Посадник переждал, когда этот рёв прекратится.

   — Ия так думал, и мой совет был бы таков же, — покончить с ними, и конец!

   — Так подавай их сюда, давай, не выйти им из Новгорода живыми, опоганили они его!

   — Какая дань? Новгород всегда был вольный, никому он дани николи не платил! — слышались крики.

   — Одна лиха беда, — продолжал посадник. — В двух днях от Новгорода стоит их орда. Убьём мы послов, тогда целая орда навалит на Новгород и оставит только груды камней.

   — Пусть князь выходит с ними на ратное поле!

   — И князь, и я так мыслили сначала, — говорил посадник, — да, как видно, ничего не поделаешь. У князя дружина не велика, если взять и всю, какая наберётся, рать новгородскую, так и то справиться с ними не под силу. Вспомните-ка, как вся Русская земля, опричь только нас, выходила против татар. Что ж, нетто устояла она? А русская рать куда больше нашей была, и ту сломила поганая сила татарская. Где уж нам тягаться с ними. Поглядите, что они сделали из Русской земли, где теперь Киев, Владимир, Суздаль, где другие города? Остались одни развалины. Неужто и нам из Новгорода сделать то же? Мы богаты, дань не обездолит нас; так, по-моему, отпустить послов татарских с миром, дать им дань, и пусть они себе уходят подобру-поздорову восвояси, была бы только цела наша область да вольности. Я так мыслю, а как вы решите, так тому и быть, — заключил свою речь посадник.

Словно громом оглушили последние слова толпу. Несколько минут стояла она ошеломлённая, окаменелая. Вдруг оживилась, почувствовала глубочайшее оскорбление. И кем же нанесено оскорбление? Излюбленным посадником!

   — Продал он нас татарам! — послышался чей-то крик.

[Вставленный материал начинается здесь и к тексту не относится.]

def plot_profile(
    profile: object,
    *,
    data: tuple[object, object] | None = None,
    tolerance: float | None = None,
    label: str | None = None,
    title: str | None = None,
    figsize: tuple[float, float] = (8.0, 4.0),
) -> Figure:
    """Draw a section: value against distance along the line, with survey points near it.

    Parameters
    ----------
    profile : Profile
        A section (:func:`interp.profile`): ``distance`` (n,), ``points``
        (n, g) and ``values`` (n,) or (n, c).  NaN values (the line outside
        the mesh) are drawn as breaks in the line.
    data : (points (k, g), values (k,)), optional
        Survey points.  Those within ``tolerance`` of the line are projected
        onto it (at the distance of their nearest point on the line) and drawn
        as markers.
    tolerance : float, optional
        Largest distance from the line of a survey point drawn (default 2 % of
        the section's length).
    label : str, optional
        Name of the value axis (default the profile's field name).
    title : str, optional
    figsize : (float, float)
        Size in inches (100 pixels per inch in a PNG).

    Returns
    -------
    matplotlib.figure.Figure

    Examples
    --------
    >>> import numpy as np
    >>> from interp.resample import Profile
    >>> from interp.view import plot_profile
    >>> line = np.array([[0.0, 0.0], [4.0, 0.0]])
    >>> sec = Profile(np.arange(5.0), np.column_stack([np.arange(5.0), np.zeros(5)]),
    ...               {"z": np.array([1.0, 2.0, np.nan, 2.0, 1.0])}, line)
    >>> fig = plot_profile(sec, data=(np.array([[1.0, 0.01], [2.0, 3.0]]), np.array([2.1, 9.0])))
    >>> fig.axes[0].collections[0].get_offsets().tolist()
    [[1.0, 2.1]]
    """
    dist, pts, fields = _profile_arrays(profile)
    fig = _figure(figsize)
    ax = fig.add_subplot()
    name = label or (next(iter(fields)) if len(fields) == 1 else "value")
    for field_name, values in fields.items():
        columns = values.reshape(len(dist), -1)
        for c in range(columns.shape[1]):
            tag = field_name if columns.shape[1] == 1 else f"{field_name}[{c}]"
            ax.plot(dist, columns[:, c], lw=1.5, label=label or tag)
    if data is not None:
        length = float(dist[-1] - dist[0])
        tol = PROFILE_TOLERANCE * length if tolerance is None else float(tolerance)
        if not np.isfinite(tol) or tol < 0:
            raise InterpError(f"tolerance must be a finite distance >= 0; got {tolerance}")
        line = np.asarray(getattr(profile, "vertices", pts), dtype=np.float64)
        along, near, vals = _project(float(dist[0]), line, data)
        keep = near <= tol
        ax.scatter(
            along[keep],
            vals[keep],
            s=18,
            color="black",
            zorder=3,
            label=f"survey points within {tol:.3g} of the line ({int(keep.sum())})",
        )
    ax.set_xlabel("distance along the section")
    ax.set_ylabel(name)
    ax.grid(True, alpha=0.3)
    ax.legend(loc="best", fontsize=8)
    if title:
        ax.set_title(title)
    fig.tight_layout()
    return fig


def show_profile(
    profile: object, *, screenshot: str | Path | None = None, **options: Any
) -> Path | None:
    """Show a section in a window, or write it as a PNG.

    ``options`` are the keywords of :func:`plot_profile` (data, tolerance,
    label, title, figsize); ``screenshot`` and the result are as for
    :func:`show`, the default file without a display being
    ``interp-profile.png``.

    Examples
    --------
    >>> import tempfile, pathlib
    >>> import numpy as np
    >>> import interp
    >>> from interp.resample import Profile
    >>> sec = Profile(np.arange(3.0), np.column_stack([np.arange(3.0), np.zeros(3)]),
    ...               {"z": np.array([1.0, 2.0, 1.5])}, np.array([[0.0, 0], [2, 0]]))
    >>> with tempfile.TemporaryDirectory() as d:
    ...     interp.show_profile(sec, screenshot=pathlib.Path(d) / "s.png").name
    's.png'
    """
    return _finish_figure(plot_profile(profile, **options), screenshot, "interp-profile.png")


def plot_residuals(
    points: object,
    residuals: object,
    *,
    title: str | None = None,
    bins: int | None = None,
    figsize: tuple[float, float] = (10.0, 4.0),
) -> Figure:
    """Draw a map of points coloured by residual (centred on zero) beside its histogram.

    Parameters
    ----------
    points : array_like (n, 2 | 3)
        Where each residual was found; the map shows x and y.
    residuals : array_like (n,)
        Residuals (for example from leave-one-out cross-validation); NaN
        residuals are left out and counted in the title.
    title : str, optional
        Title (default the count, mean, RMS and largest absolute residual).
    bins : int, optional
        Histogram bins (default numpy's "auto").
    figsize : (float, float)
        Size in inches (100 pixels per inch in a PNG).

    Returns
    -------
    matplotlib.figure.Figure
        Axes 0 is the map (its scatter's norm is symmetric about 0), axes 1
        the histogram, axes 2 the colour bar.

    Examples
    --------
    >>> import numpy as np
    >>> from interp.view import plot_residuals
    >>> fig = plot_residuals([[0.0, 0.0], [1.0, 0.0], [0.0, 1.0]], [0.5, -1.0, 0.25])
    >>> norm = fig.axes[0].collections[0].norm
    >>> norm.vmin, norm.vmax
    (-1.0, 1.0)
    """
    pts = np.asarray(points, dtype=np.float64)
    res = np.asarray(residuals, dtype=np.float64)
    if pts.ndim != 2 or pts.shape[1] not in (2, 3) or not np.isfinite(pts).all():
        raise InterpError(
            f"residual points must be a finite (n, 2) or (n, 3) array; got shape {pts.shape}"
        )
    if res.shape != (len(pts),):
        raise InterpError(
            f"residuals must be one value per point: {len(pts)} points, residuals of shape "
            f"{res.shape}"
        )
    ok = np.isfinite(res)
    if not ok.any():
        raise InterpError("all residuals are NaN: there is nothing to draw")
    pts, res = pts[ok], res[ok]
    top = float(np.abs(res).max()) or 1.0
    fig = _figure(figsize)
    ax_map, ax_hist = fig.subplots(1, 2, gridspec_kw={"width_ratios": [1.2, 1.0]})
    dots = ax_map.scatter(
        pts[:, 0],
        pts[:, 1],
        c=res,
        cmap=DIVERGING_CMAP,
        vmin=-top,
        vmax=top,
        s=16,
        edgecolors="0.3",
        linewidths=0.3,
    )
    ax_map.set_aspect("equal", adjustable="datalim")
    ax_map.set_xlabel("x")
    ax_map.set_ylabel("y")
    fig.colorbar(dots, ax=ax_map, label="residual")
    _, edges, bars = ax_hist.hist(
        res, bins="auto" if bins is None else bins, edgecolor="0.3", linewidth=0.3
    )
    for bar, centre in zip(bars, 0.5 * (edges[:-1] + edges[1:]), strict=True):
        bar.set_facecolor(dots.cmap(dots.norm(centre)))
    ax_hist.axvline(0.0, color="black", lw=1.0)
    ax_hist.set_xlabel("residual")
    ax_hist.set_ylabel("count")
    if title is None:
        dropped = f", {int((~ok).sum())} NaN left out" if not ok.all() else ""
        title = (
            f"n = {res.size}{dropped}, mean {res.mean():.3g}, RMS {np.sqrt(np.mean(res**2)):.3g}, "
            f"max |r| {top:.3g}"
        )
    fig.suptitle(title, fontsize=10)
    fig.tight_layout()
    return fig


def show_residuals(
    points: object, residuals: object, *, screenshot: str | Path | None = None, **options: Any
) -> Path | None:
    """Show residuals in a window, or write them as a PNG.

    ``options`` are the keywords of :func:`plot_residuals` (title, bins,
    figsize); ``screenshot`` and the result are as for :func:`show`, the
    default file without a display being ``interp-residuals.png``.

    Examples
    --------
    >>> import tempfile, pathlib
    >>> import interp
    >>> with tempfile.TemporaryDirectory() as d:
    ...     interp.show_residuals([[0, 0], [1, 0], [0, 1]], [0.1, -0.2, 0.05],
    ...                           screenshot=pathlib.Path(d) / "r.png").name
    'r.png'
    """
    fig = plot_residuals(points, residuals, **options)
    return _finish_figure(fig, screenshot, "interp-residuals.png")


# --- scenes: turning inputs into pyvista data -------------------------------------------


def _scene(obj: object, field: str | None) -> _Scene:
    if isinstance(obj, (str, os.PathLike)):
        from interp.io import read

        mesh, data = read(obj)
        name = _pick(field, list(data), f"{obj}")
        return _mesh_scene(mesh, None if name is None else data[name], name, None)
    if isinstance(obj, Field):
        _pick(field, [obj.name] if obj.name else [], "the Field")
        return _mesh_scene(obj.mesh, obj.values, obj.name or "value", obj.units)
    if isinstance(obj, Mesh):
        _pick(field, [], "a Mesh (it carries no fields)")
        return _mesh_scene(obj, None, None, None)
    if hasattr(obj, "axes") and hasattr(obj, "fields"):
        return _grid_scene(obj, field)
    raise InterpError(
        f"cannot show a {type(obj).__name__}: pass an interp Field, Mesh or Grid, or a mesh "
        "file path"
    )


def _pick(field: str | None, names: list[str], where: str) -> str | None:
    if field is None:
        return names[0] if names else None
    if field not in names:
        raise InterpError(
            f"{where} has no field named {field!r}; available: {', '.join(names) or 'none'}"
        )
    return field


def _label(name: str, units: str | None, vector: bool) -> str:
    text = f"|{name}|" if vector else name
    return f"{text} [{units}]" if units else text


def _scalar(values: np.ndarray, spatial_ndim: int) -> tuple[np.ndarray, bool]:
    """Values as one scalar per node: the magnitude of a multi-component field."""
    if values.ndim > spatial_ndim:
        return np.linalg.norm(values, axis=-1), True
    return values, False


def _mesh_scene(mesh: Mesh, values: object, name: str | None, units: str | None) -> _Scene:
    if mesh.dim == 1:
        raise InterpError(
            f"cannot draw a mesh of {mesh.cell_type} cells (1D) as a surface or volume: plot "
            "its values against distance (show_profile draws a section of a 2D or 3D field)"
        )
    vals, label = None, None
    if values is not None:
        vals, vector = _scalar(np.asarray(values, dtype=np.float64), 1)
        label = _label(name, units, vector)
    pts = np.zeros((mesh.n_nodes, 3))
    pts[:, : mesh.gdim] = mesh.points
    if mesh.dim == 2:
        cells, volume = mesh.cells, None
    else:
        cells, volume = _outer_faces(mesh), _tetra_grid(mesh, pts, vals)
    surface, outline = _subdivide(pts, cells, vals, mesh.order)
    scene = _Scene(surface, outline, volume, pts, vals, label, mesh.gdim == 2)
    if vals is not None:
        drawn = np.concatenate([surface[_S], vals[np.isfinite(vals)]])
        scene.lo, scene.hi = float(drawn.min()), float(drawn.max())
    return scene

   — Продал! Иуда, предатель! Покончить с ним! — заревела толпа, надвигая вперёд, к помосту.

Посадник побледнел; он видел всё более разраставшуюся ярость толпы, он понял безысходное положение и кротко покорился своей участи, только глаза его с укором глядели на толпу.

Вот начали взбираться по лестнице его палачи, но он не дрогнул. Поднимается над его седой головой дубина, толпа с ненавистью смотрит на него, а он стоит спокойно, смотрит на них с укором, бледность, разлита по его лицу, бледность спорящая с сединами. Опустилась дубина, и из седой старческой головы хлынула кровь. Посадник рухнул на помост и тотчас же полетел на землю, столкнутый своими палачами. Толпа при виде крови опьянела и пришла в неистовство.

XIV. БУНТ


Может быть, Симский и не был уверен во владыке, но во всяком случае он не обманул боярыню, обещав добыть ей разрешение от обещания идти в монастырь. Это разрешение он принёс ей на другой же день.

Не верила ушам своим боярыня.

   — Чего разрешение, — говорил весело Симский, — владыка и на свадьбу тебя благословил.

Закраснелась боярыня, зарумянилась, не верилось ей её счастью.

   — Ох, боярин, столько я горя натерпелась за всю свою жизнь, — говорила она, — что и не верится мне теперь ничему хорошему.

   — Эх, боярыня, не век же веченский горе тебе мыкать, — утешал её Симский, — пора и счастье испытать. Вот приедет друг сердечный, Михайло Осипович, мы весёлым пирком и за свадебку, а я вот каким дружкой буду, сама увидишь!

Боярыня смеялась, была весела, счастлива.

Снова стала она расцветать, снова молодость начала возвращаться к ней.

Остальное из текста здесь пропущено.